Exercise instructions =>
In the records that follow, the lines from the one containing "walks in full." to the one containing "server under TRIAGE_DATA_DIR", inclusive, are to be given again exactly.

Saved entries:

* * * * * * * * *

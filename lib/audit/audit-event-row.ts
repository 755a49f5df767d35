// A stored audit event as PostgreSQL returns it, and the column list that reads it: shared by the
// trail's readers (find-audit-events.ts) and the chain walk (verify-audit-chain.ts), so a column
// added to audit_events is added to both at once.
import { Prisma } from "@/lib/generated/prisma/client";

export interface AuditEventRow {
  id: bigint;
  occurred_at: Date;
  actor_type: "user" | "api_client" | "system";
  actor_id: string | null;
  actor_label: string;
  action: string;
  subject_type: string | null;
  subject_id: string | null;
  payload: unknown;
  request_id: string | null;
  ip_address: string | null;
  prev_hash: string;
  hash: string;
}

export const AUDIT_EVENT_COLUMNS = Prisma.sql`id, occurred_at, actor_type, actor_id, actor_label, action, subject_type, subject_id, payload, request_id, ip_address, prev_hash, hash`;
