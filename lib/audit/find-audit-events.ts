// Answers questions of the audit trail: by actor, action (or family of actions), alert and time,
// newest first with keyset paging on the event id (the order the chain was written in; stable
// however many events arrive while someone pages). The screen, GET /api/v1/audit/events, the CSV
// export and each alert's timeline all filter through resolveAuditFilter() + auditFilterSql().
import { Prisma } from "@/lib/generated/prisma/client";
import type { DbOrTx } from "@/lib/db/client";
import { auditActions, clearingActions, type AuditFilter, type AuditPage } from "@/lib/audit/schemas";
import { linkStagedAuditEvents } from "@/lib/audit/staged-audit-events";
import { AUDIT_EVENT_COLUMNS, type AuditEventRow } from "@/lib/audit/audit-event-row";

export interface AuditEventView {
  id: string;
  occurredAt: Date;
  actorType: "user" | "api_client" | "system";
  actorId: string | null;
  actorLabel: string;
  action: string;
  subjectType: string | null;
  subjectId: string | null;
  payload: unknown;
  requestId: string | null;
  ipAddress: string | null;
  prevHash: string;
  hash: string;
}

export interface ResolvedActor {
  type: "user" | "api_client";
  id: string;
  label: string;
}

export interface ResolvedAuditFilter {
  filter: AuditFilter;
  /** Null when the filter names no actor. Events match on actor id or on the label written at the time. */
  actor: { ids: string[]; labels: string[]; known: ResolvedActor[] } | null;
  /** Null when the filter names no action. */
  actions: { exact: string[] } | { prefix: string } | null;
  /** Null when the filter names no alert; `known` is empty when no alert has that id. */
  alert: { ids: string[]; externalIds: string[]; known: { id: string; externalId: string }[] } | null;
  fromTime: Date | null;
  /** Exclusive. */
  toTime: Date | null;
}

const UUID = /^[0-9a-f]{8}-[0-9a-f]{4}-[0-9a-f]{4}-[0-9a-f]{4}-[0-9a-f]{12}$/i;
const DAY = /^\d{4}-\d{2}-\d{2}$/;

function instant(value: string, endOfDay: boolean): Date {
  if (DAY.test(value)) {
    const start = new Date(`${value}T00:00:00Z`);
    return endOfDay ? new Date(start.getTime() + 86_400_000) : start;
  }
  // An exact instant given as the upper bound is inclusive: the exclusive bound is one millisecond on.
  const exact = new Date(value);
  return endOfDay ? new Date(exact.getTime() + 1) : exact;
}

/** Turns the names a person types (e-mail, API client name, external id) into what the rows hold. */
export async function resolveAuditFilter(db: DbOrTx, filter: AuditFilter): Promise<ResolvedAuditFilter> {
  let actor: ResolvedAuditFilter["actor"] = null;
  if (filter.actor) {
    const given = filter.actor;
    const bare = given.startsWith("api:") ? given.slice(4) : given;
    const isId = UUID.test(given);
    const known = await db.$queryRaw<ResolvedActor[]>`
      SELECT 'user' AS type, id::text AS id, email AS label FROM users
       WHERE ${isId ? Prisma.sql`id = ${given}::uuid` : Prisma.sql`email = ${given.toLowerCase()}`}
      UNION ALL
      SELECT 'api_client', id::text, 'api:' || name FROM api_clients
       WHERE ${isId ? Prisma.sql`id = ${given}::uuid` : Prisma.sql`name = ${bare}`}`;
    const ids = new Set(known.map((entry) => entry.id));
    if (isId) ids.add(given.toLowerCase());
    // Labels too: system actors have no id, and a failed sign-in names only the e-mail that was tried.
    const labels = new Set([given, given.toLowerCase(), ...known.map((entry) => entry.label)]);
    if (!isId && !given.startsWith("api:") && !given.includes("@")) labels.add(`api:${given}`);
    actor = { ids: [...ids], labels: [...labels], known };
  }

  let actions: ResolvedAuditFilter["actions"] = null;
  if (filter.preset) actions = { exact: [...clearingActions] };
  else if (filter.action) {
    const family = /^([a-z_]+)(\.\*?)?$/.exec(filter.action);
    if (!family) actions = { exact: [filter.action] };
    else {
      // A family is expanded to its known actions, so the (action, id) index still serves it.
      const prefix = `${family[1]}.`;
      const members = auditActions.filter((action) => action.startsWith(prefix));
      actions = members.length > 0 ? { exact: members } : { prefix };
    }
  }

  let alert: ResolvedAuditFilter["alert"] = null;
  if (filter.alert) {
    const given = filter.alert;
    const known = UUID.test(given)
      ? await db.$queryRaw<{ id: string; externalId: string }[]>`SELECT id::text AS id, external_id AS "externalId" FROM alerts WHERE id = ${given}::uuid`
      : await db.$queryRaw<{ id: string; externalId: string }[]>`SELECT id::text AS id, external_id AS "externalId" FROM alerts WHERE external_id = ${given} ORDER BY received_at`;
    alert = {
      ids: UUID.test(given) ? [given.toLowerCase()] : known.map((entry) => entry.id),
      externalIds: UUID.test(given) ? known.map((entry) => entry.externalId) : [given],
      known,
    };
  }

  return {
    filter,
    actor,
    actions,
    alert,
    fromTime: filter.from ? instant(filter.from, false) : null,
    toTime: filter.to ? instant(filter.to, true) : null,
  };
}

/** The WHERE conditions of a resolved filter (always at least `TRUE`), for `audit_events`. */
export function auditFilterSql(resolved: ResolvedAuditFilter): Prisma.Sql {
  const conditions: Prisma.Sql[] = [];
  if (resolved.actor) {
    conditions.push(Prisma.sql`(actor_id = ANY(${resolved.actor.ids}::text[]) OR actor_label = ANY(${resolved.actor.labels}::text[]))`);
  }
  if (resolved.actions) {
    conditions.push(
      "prefix" in resolved.actions
        ? Prisma.sql`starts_with(action, ${resolved.actions.prefix})`
        : Prisma.sql`action = ANY(${resolved.actions.exact}::text[])`,
    );
  }
  if (resolved.alert) {
    // Each arm matches one index (see the migration 20261202020000_audit_trail_lookups).
    conditions.push(Prisma.sql`(
      (subject_type = 'alert' AND subject_id = ANY(${resolved.alert.ids}::text[]))
      OR (payload ? 'alertId' AND payload->>'alertId' = ANY(${resolved.alert.ids}::text[]))
      OR (action = 'label.received' AND payload->>'externalId' = ANY(${resolved.alert.externalIds}::text[])))`);
  }
  if (resolved.fromTime) conditions.push(Prisma.sql`occurred_at >= ${resolved.fromTime}`);
  if (resolved.toTime) conditions.push(Prisma.sql`occurred_at < ${resolved.toTime}`);
  return conditions.length === 0 ? Prisma.sql`TRUE` : Prisma.join(conditions, " AND ");
}

export function toAuditEventView(row: AuditEventRow): AuditEventView {
  return {
    id: row.id.toString(),
    occurredAt: row.occurred_at,
    actorType: row.actor_type,
    actorId: row.actor_id,
    actorLabel: row.actor_label,
    action: row.action,
    subjectType: row.subject_type,
    subjectId: row.subject_id,
    payload: row.payload,
    requestId: row.request_id,
    ipAddress: row.ip_address,
    prevHash: row.prev_hash,
    hash: row.hash,
  };
}

/** Reads events of a resolved filter in id order; the building block of the page, the export and the timeline. */
export async function selectAuditEvents(
  db: DbOrTx,
  resolved: ResolvedAuditFilter,
  options: { order: "asc" | "desc"; afterId?: string; beforeId?: string; limit: number },
): Promise<AuditEventView[]> {
  const bounds: Prisma.Sql[] = [auditFilterSql(resolved)];
  if (options.afterId) bounds.push(Prisma.sql`id > ${BigInt(options.afterId)}`);
  if (options.beforeId) bounds.push(Prisma.sql`id < ${BigInt(options.beforeId)}`);
  const rows = await db.$queryRaw<AuditEventRow[]>`
    SELECT ${AUDIT_EVENT_COLUMNS} FROM audit_events
     WHERE ${Prisma.join(bounds, " AND ")}
     ORDER BY id ${options.order === "asc" ? Prisma.sql`ASC` : Prisma.sql`DESC`}
     LIMIT ${options.limit}`;
  return rows.map(toAuditEventView);
}

/** Beyond this many matches the screen says "more than N" instead of counting on. */
export const AUDIT_COUNT_CAP = 10_000;

export interface AuditEventsPage {
  resolved: ResolvedAuditFilter;
  /** Newest first. */
  events: AuditEventView[];
  /** `before` for the next (older) page, or null at the oldest. */
  olderCursor: string | null;
  /** `after` for the previous (newer) page, or null at the newest. */
  newerCursor: string | null;
  matched: { count: number; capped: boolean };
}

export interface FindAuditEventsOptions {
  filter: AuditFilter;
  page: AuditPage;
}

export async function findAuditEvents(db: DbOrTx, options: FindAuditEventsOptions): Promise<AuditEventsPage> {
  await linkStagedAuditEvents(db);
  const resolved = await resolveAuditFilter(db, options.filter);
  const { limit, before, after } = options.page;
  let events: AuditEventView[];
  let olderCursor: string | null = null;
  let newerCursor: string | null = null;
  const exists = async (bound: Prisma.Sql) => {
    const [row] = await db.$queryRaw<{ found: boolean }[]>`
      SELECT EXISTS (SELECT 1 FROM audit_events WHERE ${auditFilterSql(resolved)} AND ${bound}) AS found`;
    return row.found;
  };
  if (after) {
    // Walking towards the newest: read upwards, then show newest first like every other page.
    const rows = await selectAuditEvents(db, resolved, { order: "asc", afterId: after, limit: limit + 1 });
    events = rows.slice(0, limit).reverse();
    if (rows.length > limit) newerCursor = events[0].id;
    if (events.length > 0 && (await exists(Prisma.sql`id < ${BigInt(events[events.length - 1].id)}`))) olderCursor = events[events.length - 1].id;
  } else {
    const rows = await selectAuditEvents(db, resolved, { order: "desc", beforeId: before, limit: limit + 1 });
    events = rows.slice(0, limit);
    if (rows.length > limit) olderCursor = events[events.length - 1].id;
    if (events.length > 0 && before && (await exists(Prisma.sql`id > ${BigInt(events[0].id)}`))) newerCursor = events[0].id;
  }
  const [counted] = await db.$queryRaw<{ count: number }[]>`
    SELECT count(*)::int AS count FROM (SELECT 1 FROM audit_events WHERE ${auditFilterSql(resolved)} LIMIT ${AUDIT_COUNT_CAP + 1}) AS capped`;
  return {
    resolved,
    events,
    olderCursor,
    newerCursor,
    matched: { count: Math.min(counted.count, AUDIT_COUNT_CAP), capped: counted.count > AUDIT_COUNT_CAP },
  };
}
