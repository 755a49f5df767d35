// The chain check of the Audit trail screen. A full walk recomputes every hash since the first
// event: about 6.5 µs of hashing per event in Node plus reading it, so seconds per million events,
// and a year of a busy desk's trail is millions (every claim, outcome and view is an event). The
// screen therefore walks in full at most once per FULL_WALK_EVERY_MS in each server process and, in
// between, walks on from where the last full walk ended; it says which it did and when the full walk
// was, and offers a full walk on request. `npm run audit:verify` and GET /api/v1/audit/verify always
// walk in full.
import type { DbOrTx } from "@/lib/db/client";
import { verifyAuditChain, type AuditChainReport, type ChainPoint } from "@/lib/audit/verify-audit-chain";

export const FULL_WALK_EVERY_MS = 60 * 60_000;

export type AuditChainStatus = AuditChainReport & {
  /** When the events up to `resumedAfterId` were last walked in full; equal to `checkedAt` for a full walk. */
  fullWalkAt: Date;
  /** Null for a full walk; else the event the walk resumed after. */
  resumedAfterId: string | null;
  /** Events whose hashes this check recomputed. */
  walkedNow: number;
  checkedAt: Date;
};

// Per process: where the last intact full walk ended, and when it ran.
let lastFullWalk: (ChainPoint & { at: Date }) | null = null;

export async function checkAuditChainForScreen(db: DbOrTx, options: { now: Date; full?: boolean }): Promise<AuditChainStatus> {
  const { now } = options;
  const from = !options.full && lastFullWalk && now.getTime() - lastFullWalk.at.getTime() < FULL_WALK_EVERY_MS ? lastFullWalk : null;
  if (from) {
    const report = await verifyAuditChain(db, { resumeFrom: from });
    // A resumed walk that finds the chain broken says so; the next view walks in full.
    if (!report.intact) lastFullWalk = null;
    return { ...report, fullWalkAt: from.at, resumedAfterId: from.headId, walkedNow: Math.max(0, report.verified - from.verified), checkedAt: now };
  }
  const report = await verifyAuditChain(db);
  lastFullWalk = report.intact && report.headId !== null ? { headId: report.headId, headHash: report.headHash, verified: report.verified, at: now } : null;
  return { ...report, fullWalkAt: now, resumedAfterId: null, walkedNow: report.verified, checkedAt: now };
}

/** Forgets the last full walk (tests). */
export function forgetLastFullWalk(): void {
  lastFullWalk = null;
}
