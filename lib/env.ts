// The one place that reads and validates the app's environment settings (OWASP ASVS 5.0 §13.1,
// configuration documentation; from memory). `instrumentation.ts` calls loadEnv() when the server
// starts, so a bad value stops the start with one line per problem instead of surfacing later.
//
// Sessions need no server secret: the cookie carries a random token and only its SHA-256 is
// looked up in PostgreSQL, so there is no signing key to leak, rotate or forget to set.
//
// Variables (the README lists these):
//   NODE_ENV                        development | production | test. "production" turns on the
//                                   Secure attribute of the session cookie.
//   DATABASE_URL                    postgres:// URL of the app's database. Unset: the embedded
//                                   server under TRIAGE_DATA_DIR (as started by `npm run demo`).
//   TRIAGE_DATA_DIR                 Folder of the embedded PostgreSQL server (default .data/pg).
//   TRIAGE_PG_PORT                  Preferred port of the embedded server (default 54329).
//   TRIAGE_SESSION_IDLE_MINUTES     A session ends after this long without a request (default 30).
//   TRIAGE_SESSION_LIFETIME_HOURS   A session ends this long after sign-in, active or not (default 12).
//   NEXT_SERVER_ACTIONS_ENCRYPTION_KEY  Optional; set the same base64 key (16, 24 or 32 bytes) on
//                                   every instance when running more than one behind a load balancer.
import { z } from "zod";

const wholeNumber = (what: string, min: number, max: number) =>
  z
    .string()
    .regex(/^\d+$/, `expected a whole number of ${what} between ${min} and ${max}`)
    .transform(Number)
    .pipe(z.number().int().min(min, `expected at least ${min} ${what}`).max(max, `expected at most ${max} ${what}`));

const envSchema = z
  .object({
    NODE_ENV: z.enum(["development", "production", "test"], "expected development, production or test").default("development"),
    DATABASE_URL: z.string().regex(/^postgres(ql)?:\/\/\S+$/, "expected a postgres:// or postgresql:// URL").optional(),
    TRIAGE_DATA_DIR: z.string().min(1).optional(),
    TRIAGE_PG_PORT: wholeNumber("port", 1, 65535).optional(),
    TRIAGE_SESSION_IDLE_MINUTES: wholeNumber("minutes", 1, 24 * 60).default(30),
    TRIAGE_SESSION_LIFETIME_HOURS: wholeNumber("hours", 1, 7 * 24).default(12),
    NEXT_SERVER_ACTIONS_ENCRYPTION_KEY: z
      .string()
      .refine((value) => [16, 24, 32].includes(Buffer.from(value, "base64").length) && /^[A-Za-z0-9+/]+=*$/.test(value), "expected a base64 key of 16, 24 or 32 bytes")
      .optional(),
  })
  .refine((env) => !(typeof env.TRIAGE_SESSION_IDLE_MINUTES === "number" && typeof env.TRIAGE_SESSION_LIFETIME_HOURS === "number") || env.TRIAGE_SESSION_IDLE_MINUTES <= env.TRIAGE_SESSION_LIFETIME_HOURS * 60, {
    path: ["TRIAGE_SESSION_IDLE_MINUTES"],
    message: "must not be longer than TRIAGE_SESSION_LIFETIME_HOURS",
  });

export type Env = z.infer<typeof envSchema>;

const readVariables = Object.keys(envSchema.shape) as (keyof Env)[];

/** Validates the given variables (default: process.env). Empty values count as unset. Throws one
 * Error whose message names every bad variable and what was expected, never echoing a value. */
export function loadEnv(source: Record<string, string | undefined> = process.env): Env {
  const picked: Record<string, string> = {};
  for (const name of readVariables) {
    const value = source[name];
    if (value !== undefined && value.trim() !== "") picked[name] = value.trim();
  }
  const parsed = envSchema.safeParse(picked);
  if (!parsed.success) {
    const lines = parsed.error.issues.map((issue) => `  ${issue.path.join(".") || "environment"}: ${issue.message}`);
    throw new Error(`Environment settings are not valid:\n${lines.join("\n")}`);
  }
  return parsed.data;
}

let cached: Env | undefined;

/** The validated settings of this process, read once. */
export function env(): Env {
  cached ??= loadEnv();
  return cached;
}
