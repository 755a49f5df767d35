// Appends one event to the hash-chained audit log inside the caller's transaction, so the
// change and its record commit or roll back together.
import type { Prisma } from "@/lib/generated/prisma/client";
import type { DbOrTx } from "@/lib/db/client";
import { AppError } from "@/lib/errors";
import { inTransaction } from "@/lib/db/in-transaction";
import { auditEventHash, GENESIS_HASH, type HashedAuditFields } from "@/lib/audit/audit-hash";
import { auditEventSchema, type AuditActor, type AuditContext, type AuditEventInput } from "@/lib/audit/schemas";

// Appends are serialised with a transaction-scoped advisory lock: the next writer waits until
// this transaction commits, so it reads our hash as its predecessor and the chain stays linear.
export const AUDIT_CHAIN_LOCK_KEY = 740_213_771;

export interface RecordAuditEventOptions {
  actor: AuditActor;
  event: AuditEventInput;
  subject?: { type: string; id: string } | null;
  context?: AuditContext;
  /** Defaults to the database clock at the time of the append. */
  occurredAt?: Date;
}

export async function recordAuditEvent(tx: Prisma.TransactionClient, options: RecordAuditEventOptions): Promise<{ id: bigint; hash: string }> {
  const [recorded] = await recordAuditEvents(tx, [options]);
  return recorded;
}

/**
 * Appends several events in order with one lock, one read of the chain head and one INSERT —
 * for batch work (ingest back-fills) where one event per row would cost a round trip each.
 */
export async function recordAuditEvents(tx: Prisma.TransactionClient, events: readonly RecordAuditEventOptions[]): Promise<{ id: bigint; hash: string }[]> {
  if (events.length === 0) return [];
  const parsedEvents = events.map((options) => parseAuditEvent(options.event));
  const head = await lockChainHead(tx);
  return appendToChain(
    tx,
    head.hash,
    events.map((options, index) => ({
      // Millisecond precision: the value must survive the round trip through JavaScript's Date unchanged.
      occurredAt: new Date((options.occurredAt ?? head.now).getTime()),
      actorType: options.actor.type,
      actorId: options.actor.id,
      actorLabel: options.actor.label,
      action: parsedEvents[index].action,
      subjectType: options.subject?.type ?? null,
      subjectId: options.subject?.id ?? null,
      payload: parsedEvents[index].payload,
      requestId: options.context?.requestId ?? null,
      ipAddress: options.context?.ipAddress ?? null,
    })),
  );
}

/** The event checked against its schema; a wrong one is a programming error named by its action. */
export function parseAuditEvent(event: AuditEventInput): AuditEventInput {
  const parsed = auditEventSchema.safeParse(event);
  if (!parsed.success) {
    throw new AppError("invalid_input", `audit event ${event.action}: ${parsed.error.issues.map((issue) => `${issue.path.join(".")}: ${issue.message}`).join("; ")}`);
  }
  return parsed.data;
}

/**
 * Takes the chain's lock (held until the transaction ends) and reads the head: the hash the next
 * event links to, and the database clock.
 */
export async function lockChainHead(tx: Prisma.TransactionClient): Promise<{ hash: string; now: Date }> {
  await tx.$executeRaw`SELECT pg_advisory_xact_lock(${AUDIT_CHAIN_LOCK_KEY}::bigint)`;
  const [head] = await tx.$queryRaw<{ hash: string | null; now: Date }[]>`
    SELECT (SELECT hash FROM audit_events ORDER BY id DESC LIMIT 1) AS hash, clock_timestamp() AS now`;
  return { hash: head.hash ?? GENESIS_HASH, now: head.now };
}

/** Hashes the events in order after `headHash` and inserts them in one statement; the caller holds the lock. */
export async function appendToChain(tx: Prisma.TransactionClient, headHash: string, events: readonly HashedAuditFields[]): Promise<{ id: bigint; hash: string }[]> {
  if (events.length === 0) return [];
  let prevHash = headHash;
  const columns = {
    occurredAt: [] as Date[],
    actorType: [] as string[],
    actorId: [] as (string | null)[],
    actorLabel: [] as string[],
    action: [] as string[],
    subjectType: [] as (string | null)[],
    subjectId: [] as (string | null)[],
    payload: [] as string[],
    requestId: [] as (string | null)[],
    ipAddress: [] as (string | null)[],
    prevHash: [] as string[],
    hash: [] as string[],
  };
  for (const fields of events) {
    const hash = auditEventHash(prevHash, fields);
    columns.occurredAt.push(fields.occurredAt);
    columns.actorType.push(fields.actorType);
    columns.actorId.push(fields.actorId);
    columns.actorLabel.push(fields.actorLabel);
    columns.action.push(fields.action);
    columns.subjectType.push(fields.subjectType);
    columns.subjectId.push(fields.subjectId);
    columns.payload.push(JSON.stringify(fields.payload));
    columns.requestId.push(fields.requestId);
    columns.ipAddress.push(fields.ipAddress);
    columns.prevHash.push(prevHash);
    columns.hash.push(hash);
    prevHash = hash;
  }
  // unnest(...) WITH ORDINALITY keeps the given order, so identity ids follow the chain order.
  const rows = await tx.$queryRaw<{ id: bigint; hash: string }[]>`
    INSERT INTO audit_events (occurred_at, actor_type, actor_id, actor_label, action, subject_type, subject_id,
                              payload, request_id, ip_address, prev_hash, hash)
    SELECT occurred_at, actor_type, actor_id, actor_label, action, subject_type, subject_id,
           payload::jsonb, request_id, ip_address, prev_hash, hash
      FROM unnest(${columns.occurredAt}::timestamptz[], ${columns.actorType}::text[], ${columns.actorId}::text[],
                  ${columns.actorLabel}::text[], ${columns.action}::text[], ${columns.subjectType}::text[],
                  ${columns.subjectId}::text[], ${columns.payload}::text[], ${columns.requestId}::text[],
                  ${columns.ipAddress}::text[], ${columns.prevHash}::text[], ${columns.hash}::text[])
           WITH ORDINALITY AS e(occurred_at, actor_type, actor_id, actor_label, action, subject_type, subject_id,
                                payload, request_id, ip_address, prev_hash, hash, position)
     ORDER BY position
    RETURNING id, hash`;
  const idByHash = new Map(rows.map((row) => [row.hash, row.id]));
  return columns.hash.map((hash) => ({ id: idByHash.get(hash) as bigint, hash }));
}

/** For callers that are not already in a transaction: the event alone, in its own transaction. */
export async function recordStandaloneAuditEvent(db: DbOrTx, options: RecordAuditEventOptions): Promise<{ id: bigint; hash: string }> {
  return inTransaction(db, (tx) => recordAuditEvent(tx, options));
}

* * * * * * * * *

Response area =>
    // A resumed walk that finds the chain broken says so; the next view walks in full.
    if (!report.intact) lastFullWalk = null;
    return { ...report, fullWalkAt: from.at, resumedAfterId: from.headId, walkedNow: Math.max(0, report.verified - from.verified), checkedAt: now };
  }
  const report = await verifyAuditChain(db);
  lastFullWalk = report.intact && report.headId !== null ? { headId: report.headId, headHash: report.headHash, verified: report.verified, at: now } : null;
  return { ...report, fullWalkAt: now, resumedAfterId: null, walkedNow: report.verified, checkedAt: now };
}

/** Forgets the last full walk (tests). */
export function forgetLastFullWalk(): void {
  lastFullWalk = null;
}
filename lib/env.ts
// The one place that reads and validates the app's environment settings (OWASP ASVS 5.0 §13.1,
// configuration documentation; from memory). `instrumentation.ts` calls loadEnv() when the server
// starts, so a bad value stops the start with one line per problem instead of surfacing later.
//
// Sessions need no server secret: the cookie carries a random token and only its SHA-256 is
// looked up in PostgreSQL, so there is no signing key to leak, rotate or forget to set.
//
// Variables (the README lists these):
//   NODE_ENV                        development | production | test. "production" turns on the
//                                   Secure attribute of the session cookie.
//   DATABASE_URL                    postgres:// URL of the app's database. Unset: the embedded
//                                   server under TRIAGE_DATA_DIR (as started by `npm run demo`).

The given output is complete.